Assignment:
Using the entries below, write out the line with "where they overlap.", the line with "for id, s := range", and every line in between, exactly as each is written.

== Entries shown ==

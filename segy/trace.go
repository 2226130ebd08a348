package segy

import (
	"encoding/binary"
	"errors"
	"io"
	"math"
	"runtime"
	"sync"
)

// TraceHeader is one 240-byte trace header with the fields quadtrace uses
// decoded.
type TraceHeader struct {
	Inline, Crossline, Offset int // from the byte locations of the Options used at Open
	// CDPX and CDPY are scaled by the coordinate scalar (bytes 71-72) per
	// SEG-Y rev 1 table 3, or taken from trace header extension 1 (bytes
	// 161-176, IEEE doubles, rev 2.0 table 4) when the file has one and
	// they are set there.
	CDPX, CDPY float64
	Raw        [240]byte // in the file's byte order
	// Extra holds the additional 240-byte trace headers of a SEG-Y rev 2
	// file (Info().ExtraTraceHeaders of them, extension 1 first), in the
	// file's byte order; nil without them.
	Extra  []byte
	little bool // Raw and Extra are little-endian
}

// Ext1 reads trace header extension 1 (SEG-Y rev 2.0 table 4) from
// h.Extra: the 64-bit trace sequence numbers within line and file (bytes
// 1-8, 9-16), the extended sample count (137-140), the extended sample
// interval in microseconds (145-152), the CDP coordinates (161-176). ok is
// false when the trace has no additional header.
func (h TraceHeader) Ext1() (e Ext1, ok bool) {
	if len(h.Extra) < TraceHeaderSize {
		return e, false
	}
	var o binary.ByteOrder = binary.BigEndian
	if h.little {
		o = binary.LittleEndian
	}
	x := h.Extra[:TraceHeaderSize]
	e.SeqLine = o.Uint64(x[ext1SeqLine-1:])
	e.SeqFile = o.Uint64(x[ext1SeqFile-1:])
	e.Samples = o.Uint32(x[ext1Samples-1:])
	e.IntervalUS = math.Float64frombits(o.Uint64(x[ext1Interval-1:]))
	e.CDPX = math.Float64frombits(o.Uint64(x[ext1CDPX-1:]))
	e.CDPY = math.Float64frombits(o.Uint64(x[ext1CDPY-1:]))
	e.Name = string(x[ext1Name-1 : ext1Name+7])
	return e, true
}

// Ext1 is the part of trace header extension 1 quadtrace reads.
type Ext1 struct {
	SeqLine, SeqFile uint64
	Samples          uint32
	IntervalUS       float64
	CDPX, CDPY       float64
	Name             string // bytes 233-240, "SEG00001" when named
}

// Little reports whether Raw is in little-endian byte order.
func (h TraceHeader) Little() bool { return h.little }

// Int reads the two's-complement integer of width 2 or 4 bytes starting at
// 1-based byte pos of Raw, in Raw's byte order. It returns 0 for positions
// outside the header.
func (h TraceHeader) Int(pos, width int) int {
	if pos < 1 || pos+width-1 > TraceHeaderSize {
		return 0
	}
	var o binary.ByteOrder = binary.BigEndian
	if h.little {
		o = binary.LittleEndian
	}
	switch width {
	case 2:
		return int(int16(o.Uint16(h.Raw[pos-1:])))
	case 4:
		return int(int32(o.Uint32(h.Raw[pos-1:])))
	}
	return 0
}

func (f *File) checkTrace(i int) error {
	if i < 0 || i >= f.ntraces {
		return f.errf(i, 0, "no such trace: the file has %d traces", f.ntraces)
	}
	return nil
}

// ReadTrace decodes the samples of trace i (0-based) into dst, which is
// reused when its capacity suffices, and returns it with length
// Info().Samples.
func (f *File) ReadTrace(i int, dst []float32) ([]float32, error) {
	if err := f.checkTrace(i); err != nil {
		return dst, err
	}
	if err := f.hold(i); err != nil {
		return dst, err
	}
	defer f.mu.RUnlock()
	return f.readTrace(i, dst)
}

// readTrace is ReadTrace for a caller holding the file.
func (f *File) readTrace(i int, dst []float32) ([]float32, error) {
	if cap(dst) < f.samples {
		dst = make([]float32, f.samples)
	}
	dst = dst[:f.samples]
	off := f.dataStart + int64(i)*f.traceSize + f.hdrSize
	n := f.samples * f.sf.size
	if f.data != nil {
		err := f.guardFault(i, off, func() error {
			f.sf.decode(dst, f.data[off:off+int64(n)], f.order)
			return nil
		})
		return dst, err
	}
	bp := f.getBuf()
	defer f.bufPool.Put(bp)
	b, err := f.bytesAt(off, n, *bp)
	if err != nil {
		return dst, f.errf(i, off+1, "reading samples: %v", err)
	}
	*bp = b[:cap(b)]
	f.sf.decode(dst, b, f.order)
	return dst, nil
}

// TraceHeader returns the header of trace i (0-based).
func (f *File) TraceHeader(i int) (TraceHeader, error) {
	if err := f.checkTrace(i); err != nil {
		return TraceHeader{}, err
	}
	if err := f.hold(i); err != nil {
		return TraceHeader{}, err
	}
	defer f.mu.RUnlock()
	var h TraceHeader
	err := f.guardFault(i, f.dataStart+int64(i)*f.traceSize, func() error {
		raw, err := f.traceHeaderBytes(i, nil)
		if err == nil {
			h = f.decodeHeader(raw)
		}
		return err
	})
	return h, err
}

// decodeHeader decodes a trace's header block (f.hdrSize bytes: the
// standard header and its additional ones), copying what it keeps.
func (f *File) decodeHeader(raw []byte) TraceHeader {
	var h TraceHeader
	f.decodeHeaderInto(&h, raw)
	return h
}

===
== Entries shown ==

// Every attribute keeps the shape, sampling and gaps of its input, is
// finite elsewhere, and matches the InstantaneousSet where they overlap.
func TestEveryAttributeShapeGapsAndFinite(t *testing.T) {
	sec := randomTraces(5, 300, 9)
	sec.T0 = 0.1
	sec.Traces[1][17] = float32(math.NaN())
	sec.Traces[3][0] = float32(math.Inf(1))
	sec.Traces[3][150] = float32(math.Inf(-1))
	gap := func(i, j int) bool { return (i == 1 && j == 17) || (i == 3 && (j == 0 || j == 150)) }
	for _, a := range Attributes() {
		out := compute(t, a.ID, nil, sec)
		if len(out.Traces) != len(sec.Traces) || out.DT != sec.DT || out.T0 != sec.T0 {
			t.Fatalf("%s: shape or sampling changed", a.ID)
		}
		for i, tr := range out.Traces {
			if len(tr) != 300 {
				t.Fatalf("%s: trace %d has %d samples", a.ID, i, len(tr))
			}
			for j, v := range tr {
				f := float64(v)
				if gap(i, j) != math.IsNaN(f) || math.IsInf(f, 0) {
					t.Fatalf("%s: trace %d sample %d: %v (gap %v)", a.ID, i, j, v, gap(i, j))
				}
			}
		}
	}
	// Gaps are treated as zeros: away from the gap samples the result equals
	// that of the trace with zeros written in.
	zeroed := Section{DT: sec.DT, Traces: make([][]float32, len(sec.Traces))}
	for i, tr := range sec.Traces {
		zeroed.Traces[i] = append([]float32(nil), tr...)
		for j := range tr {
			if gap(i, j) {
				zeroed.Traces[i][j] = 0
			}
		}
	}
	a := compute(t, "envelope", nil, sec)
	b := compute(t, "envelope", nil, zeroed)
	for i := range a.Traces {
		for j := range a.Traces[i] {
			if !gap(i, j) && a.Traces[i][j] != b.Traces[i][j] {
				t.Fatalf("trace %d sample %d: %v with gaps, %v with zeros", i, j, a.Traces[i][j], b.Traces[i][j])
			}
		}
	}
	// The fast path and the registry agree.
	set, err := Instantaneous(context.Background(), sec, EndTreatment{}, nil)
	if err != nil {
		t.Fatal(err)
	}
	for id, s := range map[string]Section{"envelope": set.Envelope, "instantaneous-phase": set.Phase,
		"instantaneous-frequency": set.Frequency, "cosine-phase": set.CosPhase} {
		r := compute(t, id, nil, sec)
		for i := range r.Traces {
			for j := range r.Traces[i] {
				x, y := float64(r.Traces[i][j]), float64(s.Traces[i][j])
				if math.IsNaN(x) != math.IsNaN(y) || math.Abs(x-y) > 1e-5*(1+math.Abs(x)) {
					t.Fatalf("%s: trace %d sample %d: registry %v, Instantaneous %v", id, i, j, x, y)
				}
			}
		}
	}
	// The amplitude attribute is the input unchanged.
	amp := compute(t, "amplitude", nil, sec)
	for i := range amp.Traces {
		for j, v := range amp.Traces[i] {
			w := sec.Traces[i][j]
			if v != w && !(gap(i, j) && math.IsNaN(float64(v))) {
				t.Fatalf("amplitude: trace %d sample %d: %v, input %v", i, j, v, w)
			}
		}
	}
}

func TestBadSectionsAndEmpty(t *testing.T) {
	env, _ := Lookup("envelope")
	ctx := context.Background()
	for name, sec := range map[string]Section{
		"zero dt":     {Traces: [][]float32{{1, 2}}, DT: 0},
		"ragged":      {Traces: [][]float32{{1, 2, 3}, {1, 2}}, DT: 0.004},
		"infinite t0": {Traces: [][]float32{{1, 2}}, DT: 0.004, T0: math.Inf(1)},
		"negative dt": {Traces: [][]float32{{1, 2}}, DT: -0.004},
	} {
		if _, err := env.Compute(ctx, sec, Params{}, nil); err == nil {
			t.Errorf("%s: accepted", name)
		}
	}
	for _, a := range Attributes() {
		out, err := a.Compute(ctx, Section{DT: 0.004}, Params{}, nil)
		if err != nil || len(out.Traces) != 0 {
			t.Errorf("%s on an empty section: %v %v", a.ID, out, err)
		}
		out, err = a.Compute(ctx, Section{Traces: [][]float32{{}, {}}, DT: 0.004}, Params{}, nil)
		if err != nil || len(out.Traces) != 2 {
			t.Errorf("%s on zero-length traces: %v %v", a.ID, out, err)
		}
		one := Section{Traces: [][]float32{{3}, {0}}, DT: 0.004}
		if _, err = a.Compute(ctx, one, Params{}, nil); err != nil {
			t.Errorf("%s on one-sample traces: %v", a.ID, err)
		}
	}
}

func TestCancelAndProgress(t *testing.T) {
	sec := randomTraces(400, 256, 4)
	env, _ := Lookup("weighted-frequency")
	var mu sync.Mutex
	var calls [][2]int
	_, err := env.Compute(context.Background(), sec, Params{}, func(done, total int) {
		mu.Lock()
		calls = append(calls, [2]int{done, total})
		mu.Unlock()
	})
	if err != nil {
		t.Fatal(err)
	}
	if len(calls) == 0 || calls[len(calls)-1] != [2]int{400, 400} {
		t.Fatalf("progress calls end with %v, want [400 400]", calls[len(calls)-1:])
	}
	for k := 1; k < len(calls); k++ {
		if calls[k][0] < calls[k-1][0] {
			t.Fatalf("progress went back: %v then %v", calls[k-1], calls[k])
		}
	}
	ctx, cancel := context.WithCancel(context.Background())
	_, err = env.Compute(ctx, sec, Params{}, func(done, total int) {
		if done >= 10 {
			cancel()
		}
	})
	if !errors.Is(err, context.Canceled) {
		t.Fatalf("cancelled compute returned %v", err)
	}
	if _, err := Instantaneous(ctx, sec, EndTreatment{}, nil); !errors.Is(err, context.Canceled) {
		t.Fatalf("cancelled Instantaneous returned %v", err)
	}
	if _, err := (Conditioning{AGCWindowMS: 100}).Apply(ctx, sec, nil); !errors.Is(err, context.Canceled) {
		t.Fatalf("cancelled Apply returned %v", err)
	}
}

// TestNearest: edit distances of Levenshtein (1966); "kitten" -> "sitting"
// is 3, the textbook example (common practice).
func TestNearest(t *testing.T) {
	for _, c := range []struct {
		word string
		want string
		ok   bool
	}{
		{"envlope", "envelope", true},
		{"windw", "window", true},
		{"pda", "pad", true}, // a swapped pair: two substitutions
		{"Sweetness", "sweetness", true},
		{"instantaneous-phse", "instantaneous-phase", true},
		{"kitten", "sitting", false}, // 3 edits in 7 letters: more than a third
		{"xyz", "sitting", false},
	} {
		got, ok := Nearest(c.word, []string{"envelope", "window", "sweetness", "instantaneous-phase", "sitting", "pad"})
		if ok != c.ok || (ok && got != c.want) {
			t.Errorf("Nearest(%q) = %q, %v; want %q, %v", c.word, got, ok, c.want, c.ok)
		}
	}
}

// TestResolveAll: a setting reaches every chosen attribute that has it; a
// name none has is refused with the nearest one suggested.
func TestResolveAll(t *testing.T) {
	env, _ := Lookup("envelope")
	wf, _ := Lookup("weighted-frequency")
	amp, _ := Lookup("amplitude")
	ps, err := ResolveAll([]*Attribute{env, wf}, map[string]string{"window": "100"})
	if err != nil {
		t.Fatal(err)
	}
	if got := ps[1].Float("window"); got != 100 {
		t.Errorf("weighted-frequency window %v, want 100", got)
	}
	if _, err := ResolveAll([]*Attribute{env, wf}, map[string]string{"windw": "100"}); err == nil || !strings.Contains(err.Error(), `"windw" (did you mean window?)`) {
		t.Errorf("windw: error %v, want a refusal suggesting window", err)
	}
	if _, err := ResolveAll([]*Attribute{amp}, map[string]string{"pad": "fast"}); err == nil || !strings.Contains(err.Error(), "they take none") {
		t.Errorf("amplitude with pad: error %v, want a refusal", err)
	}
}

===

Answer to this task:
// finite elsewhere, and matches the InstantaneousSet where they overlap.
func TestEveryAttributeShapeGapsAndFinite(t *testing.T) {
	sec := randomTraces(5, 300, 9)
	sec.T0 = 0.1
	sec.Traces[1][17] = float32(math.NaN())
	sec.Traces[3][0] = float32(math.Inf(1))
	sec.Traces[3][150] = float32(math.Inf(-1))
	gap := func(i, j int) bool { return (i == 1 && j == 17) || (i == 3 && (j == 0 || j == 150)) }
	for _, a := range Attributes() {
		out := compute(t, a.ID, nil, sec)
		if len(out.Traces) != len(sec.Traces) || out.DT != sec.DT || out.T0 != sec.T0 {
			t.Fatalf("%s: shape or sampling changed", a.ID)
		}
		for i, tr := range out.Traces {
			if len(tr) != 300 {
				t.Fatalf("%s: trace %d has %d samples", a.ID, i, len(tr))
			}
			for j, v := range tr {
				f := float64(v)
				if gap(i, j) != math.IsNaN(f) || math.IsInf(f, 0) {
					t.Fatalf("%s: trace %d sample %d: %v (gap %v)", a.ID, i, j, v, gap(i, j))
				}
			}
		}
	}
	// Gaps are treated as zeros: away from the gap samples the result equals
	// that of the trace with zeros written in.
	zeroed := Section{DT: sec.DT, Traces: make([][]float32, len(sec.Traces))}
	for i, tr := range sec.Traces {
		zeroed.Traces[i] = append([]float32(nil), tr...)
		for j := range tr {
			if gap(i, j) {
				zeroed.Traces[i][j] = 0
			}
		}
	}
	a := compute(t, "envelope", nil, sec)
	b := compute(t, "envelope", nil, zeroed)
	for i := range a.Traces {
		for j := range a.Traces[i] {
			if !gap(i, j) && a.Traces[i][j] != b.Traces[i][j] {
				t.Fatalf("trace %d sample %d: %v with gaps, %v with zeros", i, j, a.Traces[i][j], b.Traces[i][j])
			}
		}
	}
	// The fast path and the registry agree.
	set, err := Instantaneous(context.Background(), sec, EndTreatment{}, nil)
	if err != nil {
		t.Fatal(err)
	}
	for id, s := range map[string]Section{"envelope": set.Envelope, "instantaneous-phase": set.Phase,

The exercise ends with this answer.